# [Exercise brief]
Although the data below holds other lines too, output only those from the line with "filename floorfit/report/bcf.py" up to and including the line with "used here) and", exactly as they appear.

# [Source information]

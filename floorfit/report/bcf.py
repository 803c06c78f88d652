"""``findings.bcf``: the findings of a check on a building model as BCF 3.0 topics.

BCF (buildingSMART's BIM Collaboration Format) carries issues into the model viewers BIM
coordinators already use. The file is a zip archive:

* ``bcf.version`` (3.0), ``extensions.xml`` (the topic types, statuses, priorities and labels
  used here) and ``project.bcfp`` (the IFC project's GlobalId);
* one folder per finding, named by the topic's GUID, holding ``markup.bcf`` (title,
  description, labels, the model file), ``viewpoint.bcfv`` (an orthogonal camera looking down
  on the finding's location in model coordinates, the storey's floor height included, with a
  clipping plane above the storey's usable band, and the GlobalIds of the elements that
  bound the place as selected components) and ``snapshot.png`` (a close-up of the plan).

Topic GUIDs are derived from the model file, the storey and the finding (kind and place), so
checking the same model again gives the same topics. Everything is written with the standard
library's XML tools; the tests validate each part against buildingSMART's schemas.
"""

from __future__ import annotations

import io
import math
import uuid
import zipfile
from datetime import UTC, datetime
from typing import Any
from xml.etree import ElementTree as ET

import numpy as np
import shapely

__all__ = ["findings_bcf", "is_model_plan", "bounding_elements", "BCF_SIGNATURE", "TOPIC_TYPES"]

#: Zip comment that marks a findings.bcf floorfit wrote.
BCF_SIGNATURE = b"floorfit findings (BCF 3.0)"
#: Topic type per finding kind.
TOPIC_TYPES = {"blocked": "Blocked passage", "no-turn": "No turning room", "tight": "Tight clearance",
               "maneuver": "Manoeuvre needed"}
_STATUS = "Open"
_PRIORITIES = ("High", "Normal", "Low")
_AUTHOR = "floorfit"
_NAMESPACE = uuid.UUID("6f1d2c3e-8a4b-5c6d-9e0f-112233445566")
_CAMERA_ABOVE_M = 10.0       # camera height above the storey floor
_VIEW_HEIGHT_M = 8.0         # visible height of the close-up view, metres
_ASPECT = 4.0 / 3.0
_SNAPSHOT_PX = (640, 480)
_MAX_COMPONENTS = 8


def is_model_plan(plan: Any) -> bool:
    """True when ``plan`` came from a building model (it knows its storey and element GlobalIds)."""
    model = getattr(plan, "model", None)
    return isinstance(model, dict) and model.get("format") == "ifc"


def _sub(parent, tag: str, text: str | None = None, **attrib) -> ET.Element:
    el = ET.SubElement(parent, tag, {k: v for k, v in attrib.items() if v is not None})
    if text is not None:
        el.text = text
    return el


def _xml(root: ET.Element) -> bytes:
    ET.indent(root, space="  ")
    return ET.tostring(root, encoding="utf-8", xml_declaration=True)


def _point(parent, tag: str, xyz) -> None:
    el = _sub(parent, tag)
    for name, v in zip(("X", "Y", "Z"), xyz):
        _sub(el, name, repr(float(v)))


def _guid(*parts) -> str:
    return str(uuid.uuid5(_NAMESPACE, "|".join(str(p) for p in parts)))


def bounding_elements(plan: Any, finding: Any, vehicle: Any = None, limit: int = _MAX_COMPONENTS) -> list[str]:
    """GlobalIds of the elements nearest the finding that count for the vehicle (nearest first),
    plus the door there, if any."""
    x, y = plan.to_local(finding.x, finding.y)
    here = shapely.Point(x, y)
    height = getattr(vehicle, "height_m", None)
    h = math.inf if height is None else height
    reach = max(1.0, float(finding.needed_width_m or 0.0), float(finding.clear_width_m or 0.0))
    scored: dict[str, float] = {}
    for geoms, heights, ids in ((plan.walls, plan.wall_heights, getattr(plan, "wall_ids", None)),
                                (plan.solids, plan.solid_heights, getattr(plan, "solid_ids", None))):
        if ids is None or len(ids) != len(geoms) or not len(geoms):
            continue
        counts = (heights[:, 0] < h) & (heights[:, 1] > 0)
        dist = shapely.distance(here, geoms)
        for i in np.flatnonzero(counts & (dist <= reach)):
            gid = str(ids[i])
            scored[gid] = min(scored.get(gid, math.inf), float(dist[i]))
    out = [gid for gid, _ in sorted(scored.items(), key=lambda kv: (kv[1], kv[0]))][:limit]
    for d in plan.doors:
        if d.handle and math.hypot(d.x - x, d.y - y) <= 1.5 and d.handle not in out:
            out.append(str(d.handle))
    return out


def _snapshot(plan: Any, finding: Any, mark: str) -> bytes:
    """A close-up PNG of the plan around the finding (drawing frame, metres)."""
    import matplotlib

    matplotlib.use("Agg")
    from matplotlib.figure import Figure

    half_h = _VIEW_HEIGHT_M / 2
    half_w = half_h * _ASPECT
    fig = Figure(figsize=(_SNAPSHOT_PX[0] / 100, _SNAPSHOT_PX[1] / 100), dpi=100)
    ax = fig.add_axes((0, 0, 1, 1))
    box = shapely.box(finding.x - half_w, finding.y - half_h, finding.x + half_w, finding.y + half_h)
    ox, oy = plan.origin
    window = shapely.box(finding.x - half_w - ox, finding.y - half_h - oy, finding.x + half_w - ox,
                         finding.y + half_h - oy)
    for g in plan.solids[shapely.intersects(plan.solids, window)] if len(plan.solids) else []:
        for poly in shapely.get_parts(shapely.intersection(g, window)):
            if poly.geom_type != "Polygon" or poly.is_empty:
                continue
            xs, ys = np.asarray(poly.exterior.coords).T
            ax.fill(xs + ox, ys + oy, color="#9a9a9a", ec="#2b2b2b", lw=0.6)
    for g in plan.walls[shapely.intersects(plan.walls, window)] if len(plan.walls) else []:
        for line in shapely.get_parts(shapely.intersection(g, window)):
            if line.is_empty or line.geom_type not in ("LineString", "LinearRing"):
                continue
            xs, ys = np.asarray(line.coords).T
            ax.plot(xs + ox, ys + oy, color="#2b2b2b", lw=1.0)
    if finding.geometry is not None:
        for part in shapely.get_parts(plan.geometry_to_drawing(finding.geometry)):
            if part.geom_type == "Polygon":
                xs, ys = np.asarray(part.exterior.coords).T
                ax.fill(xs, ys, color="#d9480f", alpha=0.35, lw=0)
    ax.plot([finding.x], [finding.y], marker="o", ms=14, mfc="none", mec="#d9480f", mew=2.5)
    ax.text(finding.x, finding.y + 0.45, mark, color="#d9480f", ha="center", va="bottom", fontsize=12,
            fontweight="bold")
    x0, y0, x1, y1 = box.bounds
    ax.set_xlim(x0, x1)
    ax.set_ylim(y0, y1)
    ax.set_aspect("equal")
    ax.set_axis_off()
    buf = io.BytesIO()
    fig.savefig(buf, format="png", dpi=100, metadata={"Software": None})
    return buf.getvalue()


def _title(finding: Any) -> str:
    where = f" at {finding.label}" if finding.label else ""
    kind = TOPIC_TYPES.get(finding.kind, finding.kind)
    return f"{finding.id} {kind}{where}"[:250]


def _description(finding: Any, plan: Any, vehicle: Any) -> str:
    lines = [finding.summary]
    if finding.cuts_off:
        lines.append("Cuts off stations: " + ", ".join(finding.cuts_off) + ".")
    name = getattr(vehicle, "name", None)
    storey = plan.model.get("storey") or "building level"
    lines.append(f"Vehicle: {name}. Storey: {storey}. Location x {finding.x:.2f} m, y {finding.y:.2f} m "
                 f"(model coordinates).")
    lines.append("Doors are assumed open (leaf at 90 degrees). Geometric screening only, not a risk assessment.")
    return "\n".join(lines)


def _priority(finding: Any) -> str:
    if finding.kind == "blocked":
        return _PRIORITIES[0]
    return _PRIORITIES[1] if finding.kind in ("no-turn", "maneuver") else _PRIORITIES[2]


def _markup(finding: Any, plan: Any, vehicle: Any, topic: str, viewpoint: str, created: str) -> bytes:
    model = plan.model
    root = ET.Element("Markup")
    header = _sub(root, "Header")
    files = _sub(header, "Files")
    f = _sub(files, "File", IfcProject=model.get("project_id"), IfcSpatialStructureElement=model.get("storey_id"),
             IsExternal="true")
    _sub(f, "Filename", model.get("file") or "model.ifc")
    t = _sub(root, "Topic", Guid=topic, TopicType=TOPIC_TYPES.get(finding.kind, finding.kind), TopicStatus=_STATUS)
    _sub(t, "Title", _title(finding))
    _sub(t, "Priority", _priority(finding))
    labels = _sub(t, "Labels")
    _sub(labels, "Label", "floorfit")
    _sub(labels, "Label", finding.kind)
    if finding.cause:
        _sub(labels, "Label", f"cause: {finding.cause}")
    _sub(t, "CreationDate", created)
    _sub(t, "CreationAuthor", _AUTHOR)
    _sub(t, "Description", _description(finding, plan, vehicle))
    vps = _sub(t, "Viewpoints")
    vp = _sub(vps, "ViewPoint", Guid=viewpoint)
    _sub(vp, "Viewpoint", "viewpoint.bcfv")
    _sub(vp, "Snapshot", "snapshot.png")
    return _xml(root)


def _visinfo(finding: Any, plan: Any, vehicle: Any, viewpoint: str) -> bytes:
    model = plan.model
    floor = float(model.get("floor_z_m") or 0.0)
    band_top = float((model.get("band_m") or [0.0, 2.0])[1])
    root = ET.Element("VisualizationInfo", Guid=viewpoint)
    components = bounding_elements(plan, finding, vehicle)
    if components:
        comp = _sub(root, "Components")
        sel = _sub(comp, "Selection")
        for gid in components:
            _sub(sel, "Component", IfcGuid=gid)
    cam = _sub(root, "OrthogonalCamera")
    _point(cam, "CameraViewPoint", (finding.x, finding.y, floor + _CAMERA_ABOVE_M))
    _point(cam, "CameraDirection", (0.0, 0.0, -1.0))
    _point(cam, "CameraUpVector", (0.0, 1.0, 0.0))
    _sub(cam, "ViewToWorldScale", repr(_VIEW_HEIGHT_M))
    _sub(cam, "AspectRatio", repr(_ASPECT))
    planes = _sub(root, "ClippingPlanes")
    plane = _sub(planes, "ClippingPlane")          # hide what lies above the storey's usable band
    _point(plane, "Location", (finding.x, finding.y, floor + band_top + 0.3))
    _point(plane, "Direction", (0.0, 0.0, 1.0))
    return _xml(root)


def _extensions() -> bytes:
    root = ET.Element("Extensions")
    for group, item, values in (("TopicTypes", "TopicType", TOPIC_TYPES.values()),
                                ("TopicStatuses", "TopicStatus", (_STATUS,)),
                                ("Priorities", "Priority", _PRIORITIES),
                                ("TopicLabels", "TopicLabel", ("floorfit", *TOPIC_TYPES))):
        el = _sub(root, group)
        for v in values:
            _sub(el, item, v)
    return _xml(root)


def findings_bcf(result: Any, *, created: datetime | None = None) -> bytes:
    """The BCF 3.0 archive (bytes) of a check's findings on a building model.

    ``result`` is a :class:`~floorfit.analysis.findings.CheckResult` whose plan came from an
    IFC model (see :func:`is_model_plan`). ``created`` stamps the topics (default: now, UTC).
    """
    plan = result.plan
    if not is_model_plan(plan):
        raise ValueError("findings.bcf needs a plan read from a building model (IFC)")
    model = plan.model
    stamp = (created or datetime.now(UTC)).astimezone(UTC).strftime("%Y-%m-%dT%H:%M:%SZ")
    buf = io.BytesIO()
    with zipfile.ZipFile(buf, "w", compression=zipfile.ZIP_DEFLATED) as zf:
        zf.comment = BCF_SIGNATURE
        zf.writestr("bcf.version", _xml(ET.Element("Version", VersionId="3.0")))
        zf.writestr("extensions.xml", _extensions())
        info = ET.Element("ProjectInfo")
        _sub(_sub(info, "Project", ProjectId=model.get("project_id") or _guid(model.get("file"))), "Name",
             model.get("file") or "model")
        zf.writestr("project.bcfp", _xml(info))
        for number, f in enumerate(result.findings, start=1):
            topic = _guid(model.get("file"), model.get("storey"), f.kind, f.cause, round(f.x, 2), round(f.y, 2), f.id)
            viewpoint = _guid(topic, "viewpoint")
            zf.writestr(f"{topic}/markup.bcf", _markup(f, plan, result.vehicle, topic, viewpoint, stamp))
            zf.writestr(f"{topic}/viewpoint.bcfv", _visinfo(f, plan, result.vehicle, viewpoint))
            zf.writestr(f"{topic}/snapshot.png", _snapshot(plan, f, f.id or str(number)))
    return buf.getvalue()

* * *

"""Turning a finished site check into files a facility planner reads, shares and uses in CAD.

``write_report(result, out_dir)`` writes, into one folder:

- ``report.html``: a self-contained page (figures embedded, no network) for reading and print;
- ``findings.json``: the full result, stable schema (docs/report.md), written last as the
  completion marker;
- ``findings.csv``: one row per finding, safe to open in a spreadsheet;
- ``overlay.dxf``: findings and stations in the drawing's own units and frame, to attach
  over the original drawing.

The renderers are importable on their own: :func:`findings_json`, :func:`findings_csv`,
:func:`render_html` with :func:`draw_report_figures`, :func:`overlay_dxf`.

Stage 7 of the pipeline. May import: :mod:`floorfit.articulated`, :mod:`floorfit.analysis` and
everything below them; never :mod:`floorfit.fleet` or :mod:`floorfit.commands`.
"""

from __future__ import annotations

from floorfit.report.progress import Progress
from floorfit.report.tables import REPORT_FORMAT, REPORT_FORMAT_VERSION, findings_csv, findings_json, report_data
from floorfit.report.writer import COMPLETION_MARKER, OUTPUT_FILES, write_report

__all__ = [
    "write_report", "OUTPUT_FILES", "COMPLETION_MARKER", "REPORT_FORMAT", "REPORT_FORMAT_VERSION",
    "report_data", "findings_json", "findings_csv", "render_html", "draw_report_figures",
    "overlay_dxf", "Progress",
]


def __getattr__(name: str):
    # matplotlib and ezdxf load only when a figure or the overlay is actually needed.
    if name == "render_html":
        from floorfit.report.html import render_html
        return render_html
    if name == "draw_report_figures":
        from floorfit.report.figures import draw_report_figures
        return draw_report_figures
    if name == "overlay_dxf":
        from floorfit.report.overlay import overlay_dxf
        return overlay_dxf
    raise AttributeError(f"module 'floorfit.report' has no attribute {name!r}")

# [Expected answer]
filename floorfit/report/bcf.py
repository 803c06c78f88d652
"""``findings.bcf``: the findings of a check on a building model as BCF 3.0 topics.

BCF (buildingSMART's BIM Collaboration Format) carries issues into the model viewers BIM
coordinators already use. The file is a zip archive:

* ``bcf.version`` (3.0), ``extensions.xml`` (the topic types, statuses, priorities and labels
  used here) and ``project.bcfp`` (the IFC project's GlobalId);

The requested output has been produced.